Real Estate

Should We Oust Our Co-op Managing Agent and Find Another?

Q. I live in a large co-op building in the West Village. Our central air-conditioning has been spotty, and on 22 different days this summer, building management shut it off. We’d get very little notice — one day, management gave us a 30-minute warning. Then they shut the air-conditioning off for good in early September because of damage to the cooling equipment, despite the high heat and humidity in the days that followed. Is there a way to hire a new management company, or are there other actions that we can take? We pay a high monthly maintenance fee and this has been very frustrating.

A: Is the co-op’s management company — also known as the managing agent — aware of the problem, and is it being addressed? If not, the co-op’s board of directors should respond to complaints from the shareholders and take action.

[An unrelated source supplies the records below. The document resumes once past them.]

/** A real server process for tests that need one (durability, start-up): started, awaited, killed. */
import { spawn, type ChildProcess } from 'node:child_process';

/** A started server process and the URL it printed (without the trailing slash). */
export interface ServerProcess {
  readonly child: ChildProcess;
  readonly url: string;
}

/**
 * Runs `node <mainJs> ...args` in `cwd`, adds the child to `children` (for the caller's
 * clean-up), and resolves once it prints "listening on <url>"; rejects if it exits first
 * or has not listened within `timeoutMs` (ms).
 */
export function spawnServer(mainJs: string, args: readonly string[], opts: { cwd: string; children: Set<ChildProcess>; timeoutMs: number }): Promise<ServerProcess> {
  const child = spawn(process.execPath, [mainJs, ...args], { cwd: opts.cwd, stdio: ['ignore', 'pipe', 'pipe'] });
  opts.children.add(child);
  return new Promise((resolve, reject) => {
    let out = '';
    let err = '';
    const timer = setTimeout(() => reject(new Error(`server did not start: ${out} ${err}`)), opts.timeoutMs);
    child.stdout!.on('data', (d: Buffer) => {
      out += String(d);
      const m = /listening on (http:\/\/[^\s]+)/.exec(out);
      if (m) {
        clearTimeout(timer);
        resolve({ child, url: m[1].replace(/\/$/, '') });
      }
    });
    child.stderr!.on('data', (d: Buffer) => (err += String(d)));
    child.on('exit', (code) => {
      clearTimeout(timer);
      reject(new Error(`server exited (${code}) before listening: ${out} ${err}`));
    });
  });
}

/** Chromium for the browser tests: the machine's own, headless, with the flags this machine needs. */
export async function launchChromium(executablePath: string): Promise<import('playwright-core').Browser> {
  const { chromium } = await import('playwright-core');
  return chromium.launch({
    executablePath,
    headless: true,
    args: ['--no-sandbox', '--disable-gpu', '--disable-quic', '--no-first-run', '--disable-background-networking', '--disable-component-update', '--disable-sync'],
  });
}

“There needs to be transparency on the part of the co-op board and the managing agent as to why there was spotty service throughout the summer,” said Debra J. Guzov, a real estate lawyer in Manhattan. “If there is a problem, the board has a duty to the shareholders to address that problem.”

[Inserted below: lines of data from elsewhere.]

/**
 * Cross-sections as the client draws and describes them, free of the DOM: the
 * shapes of the model format, the fields each one takes, its outline to scale
 * (metres), the height it shows in a side view (the schematic), and reading the
 * section properties (m⁴, m³) a user types for `custom` and `thinOpen` sections.
 *
 * Section properties (torsion constant J, polar moment Ip, torsional modulus Wt)
 * are never computed here: the engine computes them and the solution carries
 * them; `sectionProperties` only reads them from the segments that use a section.
 */
import { IN } from '../../shared-types/present.js';
import type { Solution } from '../../shared-types/solution.js';
import { type ParsedInput, type UnitSystem, formatNumber, storedToSI } from './units.js';

/** Every section shape of the model format, in the order the editor offers them. */
export const SECTION_SHAPES = ['solid', 'hollow', 'layered', 'rectangle', 'ellipse', 'rectangularTube', 'thinOpen', 'custom'] as const;
export type SectionShapeName = (typeof SECTION_SHAPES)[number];

/** Shapes that are stacks of concentric rings (their properties follow from the rings alone). */
export const ROUND_SHAPES: readonly string[] = ['solid', 'hollow', 'layered'];

/** Every field that belongs to one shape or another (dropped when the shape changes). */
export const SHAPE_FIELDS = ['d', 'di', 'layers', 'width', 'height', 'wall', 'walls', 'torsionConstant', 'torsionalModulus', 'polarMoment', 'plasticTorqueModulus'] as const;

/** A section as the editor holds it (the contract's fields, values as typed). */
export type SectionLike = Readonly<Record<string, unknown>> & { readonly id?: string; readonly shape?: string };

// ---------------------------------------------------------------------------
// Section-property quantities: areaMoment (m⁴) and sectionModulus (m³)

/** The two quantity kinds of section properties (never the same kind as a mass inertia, kg·m²). */
export type SectionKind = 'areaMoment' | 'sectionModulus';

/** Units of the two kinds: the SI value of one unit (1 in = 0.0254 m exactly), and the display unit per system. */
const SECTION_UNITS: Readonly<Record<SectionKind, { display: Readonly<Record<UnitSystem, string>>; units: ReadonlyMap<string, number> }>> = {
  areaMoment: { display: { si: 'mm4', us: 'in4' }, units: new Map([['m4', 1], ['cm4', 1e-8], ['mm4', 1e-12], ['in4', IN ** 4]]) },
  sectionModulus: { display: { si: 'mm3', us: 'in3' }, units: new Map([['m3', 1], ['cm3', 1e-6], ['mm3', 1e-9], ['in3', IN ** 3]]) },
};

/** True for a section-property kind. */
export function isSectionKind(kind: string): kind is SectionKind {
  return kind === 'areaMoment' || kind === 'sectionModulus';
}

/** Display unit symbol ("mm4") of a section-property kind. */
export function sectionUnit(kind: SectionKind, system: UnitSystem): string {
  return SECTION_UNITS[kind].display[system];
}

const NUMBER_UNIT = /^\s*([+-]?(?:\d+(?:\.\d*)?|\.\d+)(?:[eE][+-]?\d+)?)\s*([A-Za-z][A-Za-z0-9^*/·]*)?\s*$/;

/** A stored section property (a number in SI, or "<n> <unit>") in SI, or null when it cannot be read. */
export function readSectionQuantity(stored: unknown, kind: SectionKind): number | null {
  if (typeof stored === 'number') return Number.isFinite(stored) ? stored : null;
  if (typeof stored !== 'string') return null;
  const m = NUMBER_UNIT.exec(stored);
  if (!m || m[2] === undefined) return null;
  const f = SECTION_UNITS[kind].units.get(m[2].replace('^', ''));
  const v = Number(m[1]);
  return f === undefined || !Number.isFinite(v) ? null : v * f;
}

/** An SI section property in the display unit of the system. */
export function sectionToDisplay(si: number, kind: SectionKind, system: UnitSystem): number {
  return si / (SECTION_UNITS[kind].units.get(sectionUnit(kind, system)) as number);
}

/** Text of an input holding a section property: the value in the display unit, the raw text when unreadable. */
export function sectionInputText(stored: unknown, kind: SectionKind, system: UnitSystem): string {
  if (stored === undefined || stored === null) return '';
  const si = readSectionQuantity(stored, kind);
  return si === null ? String(stored) : formatNumber(sectionToDisplay(si, kind, system), 6);
}

/** What a typed section property becomes: a plain number is in the display unit ("2.1e5" → "2.1e5 mm4"). */
export function parseSectionInput(text: string, kind: SectionKind, system: UnitSystem): ParsedInput {
  const t = text.trim().replace(/\u2212/g, '-');
  if (t === '') return { value: undefined };
  const m = NUMBER_UNIT.exec(t);
  if (!m) return { value: t, problem: `"${t}" is not "<number> <unit>"` };
  if (m[2] === undefined) return { value: `${t} ${sectionUnit(kind, system)}` };
  if (readSectionQuantity(t, kind) === null) {
    return { value: t, problem: `unknown unit "${m[2]}"; use one of ${[...SECTION_UNITS[kind].units.keys()].join(', ')}` };
  }
  return { value: t };
}

// ---------------------------------------------------------------------------
// Outlines to scale

/** One straight wall of an open section: its centre line from (x0, y0) to (x1, y1) and its thickness, m. */
export interface OpenWall { x0: number; y0: number; x1: number; y1: number; t: number }

/** What a cross-section looks like, in metres, centred on the shaft's axis (y up). */
export type Outline =
  | { kind: 'round'; radii: number[]; bore: number }
  | { kind: 'rectangle'; width: number; height: number }
  | { kind: 'ellipse'; width: number; height: number }
  | { kind: 'tube'; width: number; height: number; wall: number }
  | { kind: 'open'; walls: OpenWall[] }
  | { kind: 'custom'; radius: number | null }
  | { kind: 'none' };

const len = (q: unknown) => Math.max(0, storedToSI(q, 'length') ?? 0);

/**
 * The walls of an open section laid end to end at right angles (→ ↓ ← ↑ …), so two
 * walls draw an angle and three a channel; the model gives only lengths and
 * thicknesses (J = Σ b t³/3 does not depend on how the walls meet). Centred on the
 * bounding box of the centre lines.
 */
export function openWalls(walls: unknown): OpenWall[] {
  const list = Array.isArray(walls) ? (walls as Array<Record<string, unknown>>) : [];
  const dirs = [[1, 0], [0, -1], [-1, 0], [0, 1]];
  let x = 0;
  let y = 0;
  const out: OpenWall[] = list.map((w, i) => {
    const b = len(w.length);
    const [dx, dy] = dirs[i % 4];
    const wall = { x0: x, y0: y, x1: x + dx * b, y1: y + dy * b, t: len(w.thickness) };
    x = wall.x1;
    y = wall.y1;
    return wall;
  });
  if (out.length === 0) return out;
  const xs = out.flatMap((w) => [w.x0, w.x1]);
  const ys = out.flatMap((w) => [w.y0, w.y1]);
  const cx = (Math.min(...xs) + Math.max(...xs)) / 2;
  const cy = (Math.min(...ys) + Math.max(...ys)) / 2;
  return out.map((w) => ({ x0: w.x0 - cx, y0: w.y0 - cy, x1: w.x1 - cx, y1: w.y1 - cy, t: w.t }));
}

/** The outline of a section. A custom section has no shape: it is drawn as the round of radius J/Wt (its effective radius). */
export function sectionOutline(sec: SectionLike | undefined): Outline {
  if (!sec) return { kind: 'none' };
  switch (sec.shape) {
    case 'solid':
      return { kind: 'round', radii: [len(sec.d) / 2], bore: 0 };
    case 'hollow':
      return { kind: 'round', radii: [len(sec.d) / 2], bore: Math.min(len(sec.di), len(sec.d)) / 2 };
    case 'layered': {
      const radii = (Array.isArray(sec.layers) ? (sec.layers as Array<Record<string, unknown>>) : []).map((l) => len(l.d) / 2);
      return { kind: 'round', radii, bore: Math.min(len(sec.di), 2 * Math.max(0, ...radii)) / 2 };
    }
    case 'rectangle':
      return { kind: 'rectangle', width: len(sec.width), height: len(sec.height) };
    case 'ellipse':
      return { kind: 'ellipse', width: len(sec.width), height: len(sec.height) };
    case 'rectangularTube': {
      const width = len(sec.width);
      const height = len(sec.height);
      return { kind: 'tube', width, height, wall: Math.min(len(sec.wall), width / 2, height / 2) };
    }
    case 'thinOpen':
      return { kind: 'open', walls: openWalls(sec.walls) };
    case 'custom': {
      const J = readSectionQuantity(sec.torsionConstant, 'areaMoment');
      const Wt = readSectionQuantity(sec.torsionalModulus, 'sectionModulus');
      return { kind: 'custom', radius: J !== null && Wt !== null && Wt > 0 && J > 0 ? J / Wt : null };
    }
    default:
      return { kind: 'none' };
  }
}

/** Width and height of an outline's bounding box, m (walls with their thickness). */
export function outlineBox(o: Outline): { width: number; height: number } {
  switch (o.kind) {
    case 'round': {
      const d = 2 * Math.max(0, ...o.radii);
      return { width: d, height: d };
    }
    case 'rectangle':
    case 'ellipse':
    case 'tube':
      return { width: o.width, height: o.height };
    case 'open': {
      if (o.walls.length === 0) return { width: 0, height: 0 };
      // A wall's thickness widens it across its centre line only (walls meet on their centre lines).
      const xs = o.walls.flatMap((w) => (w.x0 === w.x1 ? [w.x0 - w.t / 2, w.x0 + w.t / 2] : [w.x0, w.x1]));
      const ys = o.walls.flatMap((w) => (w.y0 === w.y1 ? [w.y0 - w.t / 2, w.y0 + w.t / 2] : [w.y0, w.y1]));
      return { width: Math.max(...xs) - Math.min(...xs), height: Math.max(...ys) - Math.min(...ys) };
    }
    case 'custom':
      return { width: 2 * (o.radius ?? 0), height: 2 * (o.radius ?? 0) };
    default:
      return { width: 0, height: 0 };
  }
}

/**
 * How a section shows in a side view, m: its outer height, the height of its
 * hollow (a bore, or a tube's inside; 0 when none), and its ring diameters
 * (layered: the layers' outer diameters inside out; else the outer height alone).
 */
export function sideView(sec: SectionLike | undefined): { outer: number; inner: number; rings: number[] } {
  const o = sectionOutline(sec);
  const outer = outlineBox(o).height;
  if (o.kind === 'round') return { outer, inner: 2 * o.bore, rings: o.radii.map((r) => 2 * r) };
  if (o.kind === 'tube') return { outer, inner: Math.max(0, o.height - 2 * o.wall), rings: [outer] };
  return { outer, inner: 0, rings: [outer] };
}

// ---------------------------------------------------------------------------
// Properties from the solution

/** A segment of the solution with the fields issue 10 adds (read with care: older solutions lack them). */
export type SegmentWithShape = Solution['shafts'][number]['segments'][number] & {
  sectionEnd?: string;
  torsionConstantEnd?: number;
  torsionalRigidityEnd?: number;
  polarMoment?: number;
  torsionalModulus?: number;
};

/** Section properties as the solution gives them, SI; null where it does not apply (a layered section's Wt). */
export interface SectionProperties {
  /** Torsion constant J, m⁴. */
  J: number;
  /** Polar moment of area Ip, m⁴. */
  Ip: number | null;
  /** Torsional modulus Wt, m³ (τmax = T / Wt for one material). */
  Wt: number | null;
  /** Where they were read: "input, segment 2" (one place; others that use the section agree). */
  from: string;
}

/**
 * A segment's properties at its start (`end` false) or end: the new shapes carry
 * Ip and Wt; a round section of one ring has Ip = J and Wt = J / r (r its outer
 * radius: the layer's at the start, half the end section's d at a taper's end);
 * a layered section has no single Wt.
 */
export function segmentProperties(seg: SegmentWithShape, end: boolean, endSection?: SectionLike): { J: number; Ip: number | null; Wt: number | null } {
  const J = end ? seg.torsionConstantEnd ?? seg.torsionConstant : seg.torsionConstant;
  if (seg.torsionalModulus !== undefined || seg.polarMoment !== undefined) {
    return { J, Ip: seg.polarMoment ?? null, Wt: seg.torsionalModulus ?? null };
  }
  if (seg.layers.length !== 1) return { J, Ip: J, Wt: null };
  const r = end && endSection ? len(endSection.d) / 2 : seg.layers[0].outerRadius;
  return { J, Ip: J, Wt: r > 0 ? J / r : null };
}

/**
 * The properties of every section that a segment uses, by id, from the first
 * segment of the solution that uses it (at its start, or as a taper's end):
 * one pass over the segments, whatever the number of sections.
 */
export function sectionPropertiesById(solution: Solution | null, sections: readonly SectionLike[]): Map<string, SectionProperties> {
  const out = new Map<string, SectionProperties>();
  if (!solution) return out;
  const byId = new Map(sections.map((s) => [s.id, s]));
  for (const sh of solution.shafts) {
    for (const seg of sh.segments as SegmentWithShape[]) {
      const where = `${sh.id}, segment ${seg.index + 1}`;
      if (!out.has(seg.section)) out.set(seg.section, { ...segmentProperties(seg, false), from: where });
      if (seg.sectionEnd !== undefined && !out.has(seg.sectionEnd)) {
        out.set(seg.sectionEnd, { ...segmentProperties(seg, true, byId.get(seg.sectionEnd)), from: `${where} (its end)` });
      }
    }
  }
  return out;
}

/** The properties of one section (see `sectionPropertiesById`), or null when no segment uses it. */
export function sectionProperties(solution: Solution | null, id: string, sections: readonly SectionLike[]): SectionProperties | null {
  return sectionPropertiesById(solution, sections).get(id) ?? null;
}

// ---------------------------------------------------------------------------
// Side view of a shaft (the schematic)

/** One segment as the side view draws it, m: from z0 to z1, its outer and hollow heights at both ends. */
export interface ProfileSegment {
  index: number;
  z0: number;
  z1: number;
  shape: string;
  /** Outer height at z0 and at z1 (equal unless tapered). */
  outer0: number;
  outer1: number;
  /** Height of the hollow (bore or tube inside) at z0 and z1; 0 when solid. */
  inner0: number;
  inner1: number;
  /** Ring diameters of a layered section, inside out (else the outer height alone). */
  rings: number[];
  /** True when the segment has an end section (`sectionEnd`). */
  tapered: boolean;
}

/**
 * The side view of one shaft's segments: each from its start section to its end
 * section (a taper varies linearly between them). A negative or unreadable length
 * draws as nothing; an unknown section as height 0.
 */
export function shaftProfile(segments: ReadonlyArray<Readonly<Record<string, unknown>>>, sections: readonly SectionLike[]): ProfileSegment[] {
  const byId = new Map(sections.map((s) => [s.id, s]));
  let z = 0;
  return segments.map((seg, index) => {
    const L = len(seg.length);
    const a = sideView(byId.get(seg.section as string));
    const tapered = typeof seg.sectionEnd === 'string' && seg.sectionEnd !== '';
    const b = tapered ? sideView(byId.get(seg.sectionEnd as string)) : a;
    const shape = String(byId.get(seg.section as string)?.shape ?? 'solid');
    const out: ProfileSegment = { index, z0: z, z1: z + L, shape, outer0: a.outer, outer1: b.outer, inner0: a.inner, inner1: b.inner, rings: a.rings, tapered };
    z += L;
    return out;
  });
}

/** Outer height of a shaft's side view at z, m (linear inside a taper; the last segment past the end). */
export function outerAt(profile: readonly ProfileSegment[], z: number): number {
  const s = profile.find((p) => z >= p.z0 - 1e-12 && z <= p.z1 + 1e-12) ?? profile[profile.length - 1];
  if (!s) return 0;
  const t = s.z1 > s.z0 ? Math.min(1, Math.max(0, (z - s.z0) / (s.z1 - s.z0))) : 0;
  return s.outer0 + t * (s.outer1 - s.outer0);
}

The managing agent is hired by the co-op’s board of directors and typically assigns an account representative to carry out the co-op’s business at the direction of the board. Your managing agent should bring in an engineer or reputable heating-and-cooling company to inspect the air-conditioning equipment and identify the problem.

Meanwhile, you should take a look at the co-op’s proprietary lease, bylaws and house rules, to see if there are any dates listed for when shareholders should expect the air-conditioning to be active. This information can strengthen your approach to the board.

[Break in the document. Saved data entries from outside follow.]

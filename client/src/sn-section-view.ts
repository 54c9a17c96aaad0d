import { LitElement, css, html, nothing, svg, type SVGTemplateResult } from 'lit';
import { type Outline, type SectionLike, type SectionProperties, outlineBox, sectionOutline, sectionToDisplay, sectionUnit } from './section-geometry.js';
import { type UnitSystem, formatNumber, formatQuantity, formatValue, prettyUnit, displayUnit } from './units.js';

const VW = 130; // px, viewBox width of the drawing
const VH = 100; // px, viewBox height
const PAD = 12; // px around the outline, room for the scale bar

/**
 * One cross-section drawn to scale (its own scale, given by a bar under it), with
 * its properties beside it: torsion constant J, polar moment Ip and torsional
 * modulus Wt as the solution gives them for a segment that uses the section, or
 * a note that no segment uses it (or that there is no solution yet).
 */
export class SnSectionView extends LitElement {
  static override styles = css`
    :host { display: inline-flex; gap: 8px; align-items: flex-start; border: 1px solid #dcd7cd; border-radius: 4px; padding: 4px 8px 4px 4px; background: #fff; }
    svg { width: 130px; height: 100px; flex: none; font-family: system-ui, sans-serif; }
    .note { font-size: 9px; fill: #6b665e; }
    dl { margin: 0; font-size: 12px; display: grid; grid-template-columns: auto auto; gap: 1px 8px; align-content: start; }
    dt { color: #4a5258; }
    dd { margin: 0; font-variant-numeric: tabular-nums; text-align: right; }
    h5 { margin: 0 0 3px; font-size: 12.5px; color: #1d3a4a; }
    .muted { color: #6b665e; font-size: 11.5px; max-width: 15em; }
  `;

  static override properties = {
    section: { attribute: false },
    properties: { attribute: false },
    system: { type: String },
    solved: { type: Boolean },
  };

  declare section: SectionLike | null;
  declare properties: SectionProperties | null;
  declare system: UnitSystem;
  /** A solution is at hand (else the properties wait for one). */
  declare solved: boolean;

  constructor() {
    super();
    this.section = null;
    this.properties = null;
    this.system = 'si';
    this.solved = false;
  }

  override render() {
    const sec = this.section;
    if (!sec) return nothing;
    const o = sectionOutline(sec);
    const box = outlineBox(o);
    const span = Math.max(box.width, box.height);
    const s = span > 0 ? Math.min((VW - 2 * PAD) / Math.max(box.width, 1e-12), (VH - 2 * PAD - 8) / Math.max(box.height, 1e-12)) : 0; // px per m
    const cx = VW / 2;
    const cy = (VH - 10) / 2;
    const bar = roundLength(span / 3);
    const p = this.properties;
    const am = (v: number | null) => (v === null ? '—' : `${formatNumber(sectionToDisplay(v, 'areaMoment', this.system), 4)} ${prettyUnit(sectionUnit('areaMoment', this.system))}`);
    const sm = (v: number | null) => (v === null ? '—' : `${formatNumber(sectionToDisplay(v, 'sectionModulus', this.system), 4)} ${prettyUnit(sectionUnit('sectionModulus', this.system))}`);
    return html`<svg viewBox="0 0 ${VW} ${VH}" role="img" aria-label=${`Cross-section ${sec.id ?? ''} (${sec.shape ?? ''}), to scale`} data-section=${sec.id ?? ''}>
        <line x1=${cx - 6} x2=${cx + 6} y1=${cy} y2=${cy} stroke="#8a857c" stroke-width="0.6" />
        <line x1=${cx} x2=${cx} y1=${cy - 6} y2=${cy + 6} stroke="#8a857c" stroke-width="0.6" />
        ${s > 0 ? drawOutline(o, cx, cy, s) : svg`<text class="note" x=${cx} y=${cy} text-anchor="middle">no size yet</text>`}
        ${s > 0 && bar > 0
          ? svg`<g data-scale=${bar}><line x1="6" x2=${6 + bar * s} y1=${VH - 6} y2=${VH - 6} stroke="#1f2326" stroke-width="1.5" />
              <text class="note" x=${10 + bar * s} y=${VH - 3}>${formatQuantity(bar, 'length', this.system, 3)}</text></g>`
          : nothing}
        ${o.kind === 'custom' ? svg`<text class="note" x=${cx} y="10" text-anchor="middle">a round, r = J/Wt</text>` : nothing}
        ${o.kind === 'open' ? svg`<text class="note" x=${cx} y="10" text-anchor="middle">walls at right angles</text>` : nothing}
      </svg>
      <div>
        <h5>${sec.id} <span class="muted">${sec.shape}</span></h5>
        ${p
          ? html`<dl data-props=${sec.id ?? ''}>
              <dt title="Torsion constant (sets stiffness)">J</dt><dd data-j=${p.J}>${am(p.J)}</dd>
              <dt title="Polar moment of area (sets rotary inertia)">Ip</dt><dd data-ip=${p.Ip ?? ''}>${am(p.Ip)}</dd>
              <dt title="Torsional modulus: τmax = T / Wt">Wt</dt><dd data-wt=${p.Wt ?? ''}>${sm(p.Wt)}</dd>
            </dl>
            <div class="muted">from ${p.from}${sec.shape === 'layered' ? '; layered: stress per layer, no single Wt' : ''}</div>`
          : html`<div class="muted" data-props-none>${this.solved ? 'Not used by any segment.' : 'Properties come with the results.'}</div>`}
        ${sizeLine(sec, o, this.system)}
      </div>`;
  }
}

/** A round length (1, 2 or 5 × 10ⁿ m) near `target`. */
function roundLength(target: number): number {
  if (!(target > 0)) return 0;
  const p = Math.pow(10, Math.floor(Math.log10(target)));
  return [1, 2, 5, 10].map((k) => k * p).reduce((best, v) => (Math.abs(v - target) < Math.abs(best - target) ? v : best));
}

/** The outline as SVG, centred at (cx, cy), `s` px per m (y up in the model, down on screen). */
function drawOutline(o: Outline, cx: number, cy: number, s: number): SVGTemplateResult {
  const fill = '#b9c3c9';
  const stroke = '#4a5258';
  switch (o.kind) {
    case 'round': {
      const fills = ['#b9c3c9', '#d9b77e', '#9fb8a6', '#c7a3a3'];
      const rings = [...o.radii].map((r, i) => ({ r, i })).sort((a, b) => b.r - a.r);
      return svg`${rings.map(({ r, i }) => svg`<circle cx=${cx} cy=${cy} r=${r * s} fill=${fills[i % fills.length]} stroke=${stroke} stroke-width="1"/>`)}
        ${o.bore > 0 ? svg`<circle cx=${cx} cy=${cy} r=${o.bore * s} fill="#fff" stroke=${stroke} stroke-width="0.8"/>` : nothing}`;
    }
    case 'rectangle':
      return svg`<rect x=${cx - (o.width * s) / 2} y=${cy - (o.height * s) / 2} width=${o.width * s} height=${o.height * s} fill=${fill} stroke=${stroke}/>`;
    case 'ellipse':
      return svg`<ellipse cx=${cx} cy=${cy} rx=${(o.width * s) / 2} ry=${(o.height * s) / 2} fill=${fill} stroke=${stroke}/>`;
    case 'tube': {
      const w = o.width * s;
      const h = o.height * s;
      const t = o.wall * s;
      // Outer rectangle clockwise, inner counter-clockwise: the even-odd rule leaves the inside empty.
      const d = `M${cx - w / 2} ${cy - h / 2} h${w} v${h} h${-w} Z M${cx - w / 2 + t} ${cy - h / 2 + t} v${h - 2 * t} h${w - 2 * t} v${-(h - 2 * t)} Z`;
      return svg`<path d=${d} fill=${fill} fill-rule="evenodd" stroke=${stroke}/>`;
    }
    case 'open':
      return svg`${o.walls.map((w) => {
        const x0 = Math.min(w.x0, w.x1) - (w.y0 === w.y1 ? 0 : w.t / 2);
        const x1 = Math.max(w.x0, w.x1) + (w.y0 === w.y1 ? 0 : w.t / 2);
        const y0 = Math.min(w.y0, w.y1) - (w.x0 === w.x1 ? 0 : w.t / 2);
        const y1 = Math.max(w.y0, w.y1) + (w.x0 === w.x1 ? 0 : w.t / 2);
        return svg`<rect x=${cx + x0 * s} y=${cy - y1 * s} width=${Math.max(0.5, (x1 - x0) * s)} height=${Math.max(0.5, (y1 - y0) * s)} fill=${fill} stroke=${stroke} stroke-width="0.8"/>`;
      })}`;
    case 'custom':
      return o.radius === null
        ? svg`<text class="note" x=${cx} y=${cy} text-anchor="middle">J or Wt missing</text>`
        : svg`<circle cx=${cx} cy=${cy} r=${o.radius * s} fill="none" stroke=${stroke} stroke-dasharray="4 2"/>`;
    default:
      return svg``;
  }
}

/** The outline's size in words, for readers of the drawing ("60 × 20 mm"). */
function sizeLine(sec: SectionLike, o: Outline, system: UnitSystem) {
  const u = prettyUnit(displayUnit('length', system));
  const L = (m: number) => formatValue(m, 'length', system, 4);
  let text = '';
  if (o.kind === 'rectangle' || o.kind === 'ellipse') text = `${L(o.width)} × ${L(o.height)} ${u}`;
  else if (o.kind === 'tube') text = `${L(o.width)} × ${L(o.height)} ${u}, wall ${L(o.wall)} ${u}`;
  else if (o.kind === 'open') text = `${o.walls.length} wall${o.walls.length === 1 ? '' : 's'}`;
  else if (o.kind === 'round' && sec.shape !== 'layered') text = `d ${L(2 * Math.max(0, ...o.radii))}${o.bore > 0 ? `, bore ${L(2 * o.bore)}` : ''} ${u}`;
  return text ? html`<div class="muted" data-size>${text}</div>` : nothing;
}

customElements.define('sn-section-view', SnSectionView);

declare global {
  interface HTMLElementTagNameMap {
    'sn-section-view': SnSectionView;
  }
}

If the board is dissatisfied with the managing agent, it can request a different account representative for the building or even terminate the managing agent’s contract and hire another company. “Finding the right managing agent and assigned property manager is always a challenge,” said Ronald H. Gitter, a real estate lawyer who focuses on co-ops and condominiums. “If a service provider is not doing its job properly, it never gets any better.”

The managing agent, however, may not be the problem. It’s possible that the building doesn’t have enough money to investigate and make the necessary repairs. “Ultimately, a lot of these issues do relate to maintenance, and there are budgetary concerns,” Ms. Guzov said.